This experiment will test the safety and effectiveness of a treatment for melanoma in which
certain lymphocytes (a type of white blood cell) are taken from the patient, grown in the
laboratory, and returned after the patient's immune system has been weakened with
immune-suppressing drugs. Some patients will also receive interleukin-2 (IL-2), a drug that
may enhance the activity of the re-infused lymphocytes.
Patients with metastatic melanoma (melanoma whose tumor has spread) who have been treated
unsuccessfully with gp100 vaccination may participate in this study. They will undergo
apheresis or a tumor biopsy, or both, to collect lymphocytes. In apheresis, whole blood is
drawn through a needle in the arm. A machine separates the blood components and removes the
white cells. The rest of the blood is returned to the donor through a needle in the other
arm. A biopsy is a surgical procedure to remove a small piece of tumor tissue.
Several weeks before the lymphocytes are collected, patients will receive injections of
growth colony stimulating factor (G-CSF) every day for five days. This drug stimulates white
cell production, permitting as many cells as possible to be obtained during collection. The
lymphocytes will then be grown in larger numbers in the laboratory.
Seven days before the cells are re-infused, the patient is admitted to the hospital and a
catheter (small tube) is placed in a large vein in the chest or neck. Two drugs,
cyclophosphamide and fludarabine, are given through the tube. These drugs suppress the
immune system so that it will not interfere with the work of the reinfused lymphocytes. The
lymphocytes are then injected through the catheter over a 30-minute period. After the
infusion, patients who receive IL-2 will be given the drug in a high dose over a 15-minute
period every eight hours for up to five days. Patients whose condition does not permit
high-dose IL-2, such as those with a heart condition or lung problem, may receive a low-dose
regimen, with the drug given as a shot under the skin of the thigh or abdomen for five days
followed by a 2-day break, continuing for a total of six weeks. These patients receive a
higher dose the first week and then half that dose the next five weeks.
Blood and tissue samples will be taken before and during the study to evaluate the size of
the tumor and assess treatment. If, 3-5 weeks after therapy is completed, the patient's
tumor has stabilized or shrunk, the entire treatment, except for chemotherapy, may be
repeated two more times.
Patients with metastatic melanoma who are human immunodeficiency virus (HIV) and Hepatitis B
negative and who have previously progressed after receiving standard therapy will receive a
nonmyeloablative but lymphocyte depleting preparative regimen consisting of cyclophosphamide
and fludarabine and then will be treated by the adoptive transfer of lymphocytes reactive
with shared antigens on their tumors. This study will evaluate the toxicity, immunologic
effects and potential therapeutic role of this treatment.
- INCLUSION CRITERIA
- Patients must have evaluable metastatic melanoma that is refractory to standard
- Age greater than or equal to 16 years.
- Patients of both genders must be willing to practice birth control for four months
after receiving the preparative regimen.
- Clinical performance status of Eastern Cooperative Oncology Group (ECOG) 0, 1 at
entry to the trial and at the time of chemotherapy induction.
- Absolute neutrophil count greater than 1000/mm^3.
- Platelet count greater than 100,000/mm^3.
- Hemoglobin greater than 8.0 g/dl.
- Serum alanine aminotransferase (ALT)/aspartate aminotransferase (AST) less than two
times the upper limit of normal.
- Serum creatinine less than or equal to 1.6 mg/dl.

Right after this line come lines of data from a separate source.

package org.riffle.log;

import java.io.IOException;
import java.nio.charset.Charset;
import java.util.Arrays;

/**
 * The one streaming pass over the rows of a delimited log. A line without a double quote is split at
 * byte level and its cells parsed in place (the fast path); a line with one is decoded and split by
 * {@link Splitter} (Commons CSV), its fields encoded back and fed to the same cell parsers, so both
 * paths give identical values by construction.
 *
 * <p>Ragged rows: a row with fewer fields than the header keeps its cells and counts the rest as
 * missing samples; up to one such row per thousand (at least one: a last line cut short by a power
 * loss) is accepted with a warning, more is refused as an inconsistent table. A row with more non-empty
 * fields than the header is refused at once: its cells cannot be placed. A row whose time does not read
 * is dropped with a warning under the same allowance (its samples have no place in time).
 *
 * <p>Mutable; confined to the reading thread.
 */
final class TablePass {
    private final String file;
    private final Layout layout;
    private final byte[] roles;
    private final int ncols;
    private final byte delim;
    private final boolean whitespace;
    private final boolean decimalComma;
    private final Charset charset;
    private final Stamps.Order order;
    private final boolean allGeneral;
    private final int rowCap;
    private final int keepRows;
    private final int blockCapacity;
    /** Set once the rows no longer fit {@link #rowCap}: the pass then keeps the reduced form. */
    Reducer reducer;
    final Columns cols;
    RowLines rowLines = new RowLines();
    final Damage damage = new Damage();
    private final Stamps.DayCache days = new Stamps.DayCache();

    private int cell;
    private long stamp;
    private long day;
    private long tod;
    private double number;
    private long line;
    private byte[] lineBuf;
    private int lineStart;
    private long t0 = Stamps.FAIL;
    private double x0 = Double.NaN;
    private String badTimeText;
    /** The decoded text of the row the general path is splitting. */
    private String generalText = "";
    /** Per column, the bytes of its last text cell (a state column repeats a few words) and their verdict. */
    private final byte[][] lastText;
    private final boolean[] lastTextMissing;

    /**
     * A pass that keeps every row while at most {@code rowCap} fit, then reduces ({@link Reducer}) to
     * {@code keepRows} rows at full resolution and block statistics of at most {@code blockCapacity} blocks.
     */
    TablePass(String file, Layout layout, Charset charset, int capacity, boolean allGeneral, int rowCap,
              int keepRows, int blockCapacity) {
        this.file = file;
        this.layout = layout;
        this.roles = layout.roles();
        this.ncols = layout.columns();
        char d = layout.dialect().delimiter();
        this.delim = (byte) d;
        this.whitespace = d == Dialect.WHITESPACE;
        this.decimalComma = layout.dialect().decimalComma();
        this.charset = charset;
        this.order = layout.order();
        this.allGeneral = allGeneral;
        this.rowCap = rowCap;
        this.keepRows = keepRows;
        this.blockCapacity = blockCapacity;
        boolean[] stored = new boolean[ncols];
        for (int j = 0; j < ncols; j++) {
            stored[j] = roles[j] == Layout.VALUE;
        }
        this.cols = new Columns(stored, layout.hasTime(), Math.min(capacity, rowCap));
        this.lastText = new byte[ncols][];
        this.lastTextMissing = new boolean[ncols];
    }

    /** The columns the pass stores (those with numbers), ascending. */
    int[] valueColumns() {
        int n = 0;
        for (float[] v : cols.values) {
            n += v == null ? 0 : 1;
        }
        int[] out = new int[n];
        for (int j = 0, k = 0; j < cols.values.length; j++) {
            if (cols.values[j] != null) {
                out[k++] = j;
            }
        }
        return out;
    }

    /** Ends the pass: a reduced one puts its latest rows back in file order. */
    void finish() {
        if (reducer != null) {
            rowLines = reducer.finish();
        }
    }

    /** Reads every line from {@code in}, skipping those before the data. */
    void run(LineReader in) throws IOException, LogException {
        long dataLine = layout.dataLine();
        while (in.next()) {
            line = in.lineNumber();
            if (line < dataLine) {
                continue;
            }
            byte[] b = in.buffer();
            int s = in.start();
            int e = in.end();
            if (isBlankOrComment(b, s, e)) {
                continue;
            }
            if (reducer == null && !cols.ensureRoom(rowCap)) {
                reducer = new Reducer(cols, rowLines, valueColumns(), blockCapacity, keepRows);
            }
            beginRow(b, s);
            if (allGeneral || in.quoted()) {
                generalRow(in, b, s, e);
            } else if (whitespace) {
                fastWhitespaceRow(b, s, e);
            } else {
                fastRow(b, s, e);
            }
            endRow();
        }
    }

    private static boolean isBlankOrComment(byte[] b, int s, int e) {
        if (s == e || b[s] == '#' || (b[s] == '/' && e - s > 1 && b[s + 1] == '/')) {
            return true;
        }
        for (int i = s; i < e; i++) {
            if (b[i] != ' ' && b[i] != '\t') {
                return false;
            }
        }
        return true;
    }

    private void beginRow(byte[] b, int s) {
        cell = 0;
        stamp = Stamps.FAIL;
        day = Stamps.FAIL;
        tod = Stamps.FAIL;
        number = Double.NaN;
        lineBuf = b;
        lineStart = s;
        if (damage.badTimeRows == 0) {
            badTimeText = null;
        }
    }

    /** Splits at the delimiter; one call of {@link #cell} in the loop keeps the JIT's inlined copy single. */
    private void fastRow(byte[] b, int s, int e) throws LogException {
        byte d = delim;
        int from = s;
        while (true) {
            int i = from;
            while (i < e && b[i] != d) {
                i++;
            }
            cell(b, from, i);
            if (i == e) {
                return;
            }
            from = i + 1;
        }
    }

    private void fastWhitespaceRow(byte[] b, int s, int e) throws LogException {
        int i = s;
        while (true) {
            while (i < e && (b[i] == ' ' || b[i] == '\t')) {
                i++;
            }
            if (i == e) {
                return;
            }
            int from = i;
            while (i < e && b[i] != ' ' && b[i] != '\t') {
                i++;
            }
            cell(b, from, i);
        }
    }

    /** The Commons CSV path: decode, join lines while a quoted field is open, split, feed the cells. */
    private void generalRow(LineReader in, byte[] b, int s, int e) throws IOException, LogException {
        String text = new String(b, s, e - s, charset);
        long first = line;
        while ((Splitter.quotes(text) & 1) == 1) {
            if (!in.next() || text.length() > LineReader.MAX_LINE) {
                throw new LogException(file, first, 0, "a quoted field opened here is never closed");
            }
            text = text + "\n" + new String(in.buffer(), in.start(), in.end() - in.start(), charset);
        }
        lineBuf = null;
        generalText = text;
        for (String f : Splitter.split(text, whitespace ? Dialect.WHITESPACE : (char) delim)) {
            byte[] fb = f.getBytes(charset);
            cell(fb, 0, fb.length);
        }
        line = first;
    }

    private void cell(byte[] b, int s, int e) throws LogException {
        int j = cell++;
        if (j >= ncols) {
            extra(j, b, s, e);
            return;
        }
        switch (roles[j]) {
            case Layout.VALUE:
                float v = Numbers.parse(b, s, e, decimalComma);
                if (v != v) {
                    nonNumeric(j, b, s, e);
                }
                cols.values[j][cols.rows] = v;
                break;
            case Layout.STAMP:
                stamp = Stamps.parse(b, s, e, order, days);
                noteBadTime(stamp == Stamps.FAIL, b, s, e);
                break;
            case Layout.DATE:
                day = Stamps.parse(b, s, e, order, days);
                noteBadTime(day == Stamps.FAIL, b, s, e);
                break;
            case Layout.TIME_OF_DAY:
                tod = Stamps.timeOfDay(b, s, e);
                noteBadTime(tod == Stamps.FAIL, b, s, e);
                break;
            default:
                number = Numbers.parseDouble(b, s, e, decimalComma) * layout.timeScale();
                noteBadTime(Double.isNaN(number), b, s, e);
                break;
        }
    }

    private void noteBadTime(boolean bad, byte[] b, int s, int e) {
        if (bad && damage.badTimeRows == 0 && badTimeText == null) {
            badTimeText = new String(b, s, e - s, charset).strip();
        }
    }

    /**
     * A cell of a value column that is not a number: counted as text unless it is a missing-value
     * token. A cell with the same bytes as the column's last text cell has the same verdict and adds
     * nothing new to the distinct words, so it is only counted (no decoding, on every row of a state column).
     */
    private void nonNumeric(int j, byte[] b, int s, int e) {
        byte[] last = lastText[j];
        if (last != null && Arrays.equals(last, 0, last.length, b, s, e)) {
            if (!lastTextMissing[j]) {
                cols.text(j, null);
            }
            return;
        }
        newText(j, b, s, e);
    }

    /** A text cell unlike the column's last one: decoded and judged (kept apart from the hot path above). */
    private void newText(int j, byte[] b, int s, int e) {
        String t = new String(b, s, e - s, charset).strip();
        boolean missing = Numbers.isMissingToken(t);
        lastText[j] = Arrays.copyOfRange(b, s, e);
        lastTextMissing[j] = missing;
        if (!missing) {
            cols.text(j, t);
        }
    }

    private void extra(int j, byte[] b, int s, int e) throws LogException {
        for (int i = s; i < e; i++) {
            if (b[i] != ' ' && b[i] != '\t') {
                long at = line;
                long column;
                if (lineBuf != null) {
                    column = new String(lineBuf, lineStart, s - lineStart, charset).length() + 1;
                } else {
                    // the general path: find the field in the decoded text, which may span lines
                    int k = Splitter.fieldStart(generalText, whitespace ? Dialect.WHITESPACE : (char) delim, j);
                    int nl = k < 0 ? -1 : generalText.lastIndexOf('\n', k - 1);
                    at += k < 0 ? 0 : generalText.substring(0, Math.max(0, nl + 1)).chars().filter(c -> c == '\n')
                            .count();
                    column = k < 0 ? 0 : k - nl;
                }
                throw new LogException(file, at, column, "more fields than the " + ncols + " columns of the header;"
                        + " check the delimiter (--delimiter) or quote fields that hold it");
            }
        }
    }

    private void endRow() {
        int row = cols.rows;
        if (cell < ncols) {
            for (int j = cell; j < ncols; j++) {
                if (cols.values[j] != null) {
                    cols.values[j][row] = Float.NaN;
                }
            }
            damage.shortRow(line, cell);
        }
        if (cols.seconds != null) {
            double t = seconds();
            if (Double.isNaN(t)) {
                if (damage.badTimeRows++ == 0) {
                    damage.firstBadTimeLine = line;
                    damage.firstBadTime = badTimeText;
                }
                return;
            }
            cols.seconds[row] = t;
        }
        if (reducer != null) {
            reducer.commit(line);
        } else {
            rowLines.note(row, line);
            cols.rows = row + 1;
        }
    }

    /** Seconds of this row from the first row's time (elapsed columns: as written); NaN when unreadable. */
    private double seconds() {
        long ns;
        if (stamp != Stamps.FAIL) {
            ns = stamp;
        } else if (day != Stamps.FAIL && tod != Stamps.FAIL) {
            ns = day + tod;
        } else if (tod != Stamps.FAIL && !hasRole(Layout.DATE)) {
            ns = tod;
        } else if (!Double.isNaN(number)) {
            if (!layout.absoluteTime()) {
                return number;
            }
            if (Double.isNaN(x0)) {
                x0 = number;
            }
            return number - x0;
        } else {
            return Double.NaN;
        }
        if (t0 == Stamps.FAIL) {
            t0 = ns;
        }
        return (ns - t0) * 1e-9;
    }

    private boolean hasRole(byte role) {
        for (byte r : roles) {
            if (r == role) {
                return true;
            }
        }
        return false;
    }

    /** The first row's time: epoch nanoseconds for stamps; NaN-free only for absolute times. */
    long firstNanos() {
        return t0 != Stamps.FAIL ? t0 : Double.isNaN(x0) ? Stamps.FAIL : Math.round(x0 * 1e9);
    }

    /** The rows that could not be read in full, and the first of each kind. */
    static final class Damage {
        int shortRows;
        long firstShortLine;
        int firstShortFields;
        int badTimeRows;
        long firstBadTimeLine;
        String firstBadTime = "";

        void shortRow(long line, int fields) {
            if (shortRows++ == 0) {
                firstShortLine = line;
                firstShortFields = fields;
            }
        }
    }
}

- Total bilirubin less than or equal to 1.6 mg/dl, except for patients with Gilbert's
Syndrome who must have a total bilirubin less than 3.0 mg/dl.
- More than four weeks must have elapsed since any prior therapy at the time the
patient receives the preparative regimen.
- Women of child-bearing potential must have a negative pregnancy test because of the
potentially dangerous effects of the preparative chemotherapy on the fetus.
- Life expectancy of greater than three months.
- No steroid therapy required.
- Seronegative for human immunodeficiency virus (HIV) antibody. (The experimental
treatment being evaluated in this protocol depends on an intact immune system.
Patients who are HIV seropositive can have decreased immune competence and thus be
less responsive to the experimental treatment and more susceptible to its
- Seronegative for hepatitis B antigen.
- Patients to receive high dose interleukin 2 (IL-2) must have no active systemic
infections, coagulation disorders or other major medical illnesses of the
cardiovascular, respiratory or immune system.
- Patients who will receive high dose IL-2 as part of the phase I portion of this study
or who will be randomized must be eligible to receive high dose IL-2.
- Any patient receiving IL-2 must sign a durable power of attorney.